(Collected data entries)
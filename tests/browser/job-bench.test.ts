import { afterAll, beforeAll, describe, expect, it } from 'vitest';
import { resolve } from 'node:path';
import { fileURLToPath } from 'node:url';
import { asc, eq } from 'drizzle-orm';
import { chromium, type Browser, type Page } from 'playwright-core';
import { startTestServer, testDb } from '../support/server';
import { ensureWebBuild } from '../../scripts/lib/web-build';
import { launchChromium } from '../support/browser';
import { jobEvents, jobs, users } from '../../server/db/schema/index';
import type { RunningServer } from '../../server/main';

const root = resolve(fileURLToPath(new URL('../..', import.meta.url)));
let server: RunningServer;
let browser: Browser;

beforeAll(async () => {
  const dist = ensureWebBuild(root, () => {});
  server = await startTestServer({ WEB_DIST: dist });
  browser = await launchChromium(chromium);
});
afterAll(async () => {
  await browser?.close();
  await server?.close();
});

async function signIn(page: Page, email: string, path: string) {
  await page.goto(`${server.url}${path}`);
  await page.waitForURL(/\/sign-in/);
  await page.fill('input[name=email]', email);
  await page.fill('input[name=password]', 'bench-demo-2026');
  await page.click('button[type=submit]');
}

describe('booking in and starting diagnosis in Chromium', () => {
  it('the desk books in a job for an existing customer; the technician moves it to diagnosis', async () => {
    const fault = `Tuner drifts off station after warm-up ${Date.now()}`;

    const desk = await (await browser.newContext()).newPage();
    await signIn(desk, 'desk@quietpath.test', '/jobs/new');
    await desk.waitForURL(/\/jobs\/new$/);
    await desk.fill('input[name=intake-customer-search]', 'Ines');
    await desk.getByRole('button', { name: /Ines Valdrop/ }).click();
    // Her only unit is taken at once.
    await desk.getByRole('button', { name: /Orrindale Tidewater R4/, pressed: true }).waitFor();
    await desk.fill('textarea[name=reported-fault]', fault);
    await desk.fill('input[name=accessories]', 'FM aerial lead');
    await desk.getByRole('button', { name: 'Book in', exact: true }).click();
    await desk.waitForURL(/\/jobs\/\d+$/);
    const jobId = Number(/\/jobs\/(\d+)$/.exec(desk.url())![1]);
    await desk.getByRole('heading', { name: /Orrindale Tidewater R4/ }).waitFor();
    expect(await desk.locator('.stepper li[aria-current=step]').innerText()).toContain('Booked in');
    // The desk may not start diagnosis: no such button for them.
    expect(await desk.getByRole('button', { name: 'Move to Diagnosis' }).count()).toBe(0);
    await desk.context().close();

    const tech = await (await browser.newContext()).newPage();
    await signIn(tech, 'tech@quietpath.test', `/jobs/${jobId}`);
    await tech.waitForURL(new RegExp(`/jobs/${jobId}$`));
    await tech.getByText(fault).waitFor();
    await tech.fill('input[name=move-note]', 'On the bench');
    await tech.getByRole('button', { name: 'Move to Diagnosis' }).click();
    await tech.locator('.stepper li[aria-current=step]', { hasText: 'Diagnosis' }).waitFor();
    await tech.locator('.trail li', { hasText: 'On the bench' }).waitFor();
    await tech.context().close();

    const { db, close } = testDb();
    const [job] = await db.select().from(jobs).where(eq(jobs.id, jobId));
    const trail = await db
      .select({ from: jobEvents.fromStatus, to: jobEvents.toStatus, note: jobEvents.note, email: users.email })
      .from(jobEvents)
      .innerJoin(users, eq(users.id, jobEvents.userId))
      .where(eq(jobEvents.jobId, jobId))
      .orderBy(asc(jobEvents.id));
    await close();
    expect(job).toMatchObject({ status: 'diagnosis', reportedFault: fault, accessories: 'FM aerial lead' });
    expect(trail).toEqual([
      { from: null, to: 'booked_in', note: 'Booked in', email: 'desk@quietpath.test' },
      { from: 'booked_in', to: 'diagnosis', note: 'On the bench', email: 'tech@quietpath.test' },
    ]);
  });
});
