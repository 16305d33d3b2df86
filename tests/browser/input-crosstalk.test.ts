/**
 * The input crosstalk test in Chromium: the technician runs the step-by-step upload (tuner fed,
 * selector on tuner then disc) before and after the repair, sees each capture's inputs in the
 * list and the matrix with its verdict. Captures are built here: the disc step carries the tuner
 * tone 29 dB (before) and 71 dB (after) below its own level, so those are the expected figures
 * (IEC 60268-3 form 20·lg(U_driven/U_undriven), analytic).
 */
import { afterAll, beforeAll, describe, expect, it } from 'vitest';
import { resolve } from 'node:path';
import { fileURLToPath } from 'node:url';
import { chromium, type Browser, type Page } from 'playwright-core';
import { encodeWav, generateNoise, generateSine, mixInto } from '../../analysis/index';
import { startTestServer, testDb } from '../support/server';
import { ensureWebBuild } from '../../scripts/lib/web-build';
import { launchChromium, pickOption, signInPage } from '../support/browser';
import { makeBenchJob } from '../support/captures';
import type { RunningServer } from '../../server/main';

const root = resolve(fileURLToPath(new URL('../..', import.meta.url)));
let server: RunningServer;
let browser: Browser;
let jobId: number;

beforeAll(async () => {
  const dist = ensureWebBuild(root, () => {});
  server = await startTestServer({ WEB_DIST: dist });
  browser = await launchChromium(chromium);
  const { db, close } = testDb();
  // A fresh job on the demo amplifier (inputs Phono, Disc, Tuner, Aux, Recorder).
  jobId = (await makeBenchJob(db)).jobId;
  await close();
});
afterAll(async () => {
  await browser?.close();
  await server?.close();
});

const FS = 48_000;
/** Stereo 997 Hz at the given dBFS in both channels over −110 dBFS noise, 24-bit. */
function toneFile(dbfs: number, seed: number): Buffer {
  const ch = [0, 1].map((c) =>
    mixInto(generateSine({ sampleRate: FS, seconds: 1, frequencyHz: 997, levelDbfs: dbfs })[0]!, generateNoise({ sampleRate: FS, seconds: 1, levelDbfs: -110, seed: seed * 2 + c })[0]!),
  );
  return Buffer.from(encodeWav(ch, FS, 24, { dither: 'tpdf', seed }));
}

const signIn = (page: Page, email: string) => signInPage(page, server.url, email);

describe('input crosstalk test in Chromium', () => {
  it('guided upload before and after, inputs in the list, matrix and verdict on the page', async () => {
    const page = await browser.newPage({ viewport: { width: 1440, height: 1000 } });
    await signIn(page, 'tech@quietpath.test');
    await page.goto(`${server.url}/jobs/${jobId}/measurements`);
    await page.getByRole('heading', { name: 'Add captures' }).waitFor();
    await page.getByRole('button', { name: 'Input crosstalk test' }).click();
    const guide = page.locator('[data-test=crosstalk-guide]');
    // Tuner is fed by default, at the selector output: the reference step comes first.
    expect(await guide.locator('li[data-step]').first().getAttribute('data-step')).toBe('Tuner');

    const runStep = async (phase: 'Before repair' | 'After repair', leakDb: number, seed: number) => {
      await pickOption(page, guide.getByRole('combobox', { name: 'Crosstalk phase' }), phase);
      await guide.locator('input[data-step-file="Tuner"]').setInputFiles({ name: `tuner-${seed}.wav`, mimeType: 'audio/wav', buffer: toneFile(-10, seed) });
      await guide.locator('input[data-step-file="Disc"]').setInputFiles({ name: `disc-${seed}.wav`, mimeType: 'audio/wav', buffer: toneFile(-10 - leakDb, seed + 1) });
      await guide.getByRole('button', { name: 'Upload 2 crosstalk captures' }).click();
      await page.locator('.captures-table tbody tr', { hasText: `disc-${seed}.wav` }).waitFor();
    };
    await runStep('Before repair', 29, 10);
    await page.getByRole('button', { name: 'Input crosstalk test' }).click();
    await runStep('After repair', 71, 20);

    const discRow = page.locator('.captures-table tbody tr', { hasText: 'disc-20.wav' });
    expect(await discRow.locator('[data-inputs]').innerText()).toBe('Disc selected · tone into Tuner');
    expect(await page.locator('.captures-table tbody tr', { hasText: 'tuner-20.wav' }).locator('[data-inputs]').innerText()).toBe('Tuner selected');

    const sentence = page.locator('[data-test=crosstalk-sentence]');
    await sentence.waitFor({ timeout: 45_000 });
    await expect.poll(() => sentence.innerText(), { timeout: 45_000 }).toBe('Tuner is now heard 71 dB below the selected disc input; before the repair it was 29 dB below.');
    const pair = page.locator('tr[data-pair="Tuner>Disc"]');
    const cells = await pair.locator('td').allInnerTexts();
    expect(cells[0]).toMatch(/^(28\.\d|29\.[0-4]) dB$/);
    expect(cells[1]).toMatch(/^(70\.\d|71\.[0-4]) dB$/);
    // Short of the limit before, past it after (the demo model publishes 65 dB; without it 40 dB): fixed.
    expect(cells[3]).toBe('Fixed');
    expect(await page.locator('[data-phase=before] [data-cell="Tuner>Disc"]').innerText()).toMatch(/L\s+2[89]\.\d dB\s+R\s+2[89]\.\d dB/);
    await page.close();
  });
});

◆ Exercise requirements:
Reproduce precisely, and with no line left out, each line from the top of the entries through the line that carries "describe('booking in and".

◆ Answer for the task:
filename tests/browser/job-bench.test.ts
import { afterAll, beforeAll, describe, expect, it } from 'vitest';
import { resolve } from 'node:path';
import { fileURLToPath } from 'node:url';
import { asc, eq } from 'drizzle-orm';
import { chromium, type Browser, type Page } from 'playwright-core';
import { startTestServer, testDb } from '../support/server';
import { ensureWebBuild } from '../../scripts/lib/web-build';
import { launchChromium } from '../support/browser';
import { jobEvents, jobs, users } from '../../server/db/schema/index';
import type { RunningServer } from '../../server/main';

const root = resolve(fileURLToPath(new URL('../..', import.meta.url)));
let server: RunningServer;
let browser: Browser;

beforeAll(async () => {
  const dist = ensureWebBuild(root, () => {});
  server = await startTestServer({ WEB_DIST: dist });
  browser = await launchChromium(chromium);
});
afterAll(async () => {
  await browser?.close();
  await server?.close();
});

async function signIn(page: Page, email: string, path: string) {
  await page.goto(`${server.url}${path}`);
  await page.waitForURL(/\/sign-in/);
  await page.fill('input[name=email]', email);
  await page.fill('input[name=password]', 'bench-demo-2026');
  await page.click('button[type=submit]');
}

describe('booking in and starting diagnosis in Chromium', () => {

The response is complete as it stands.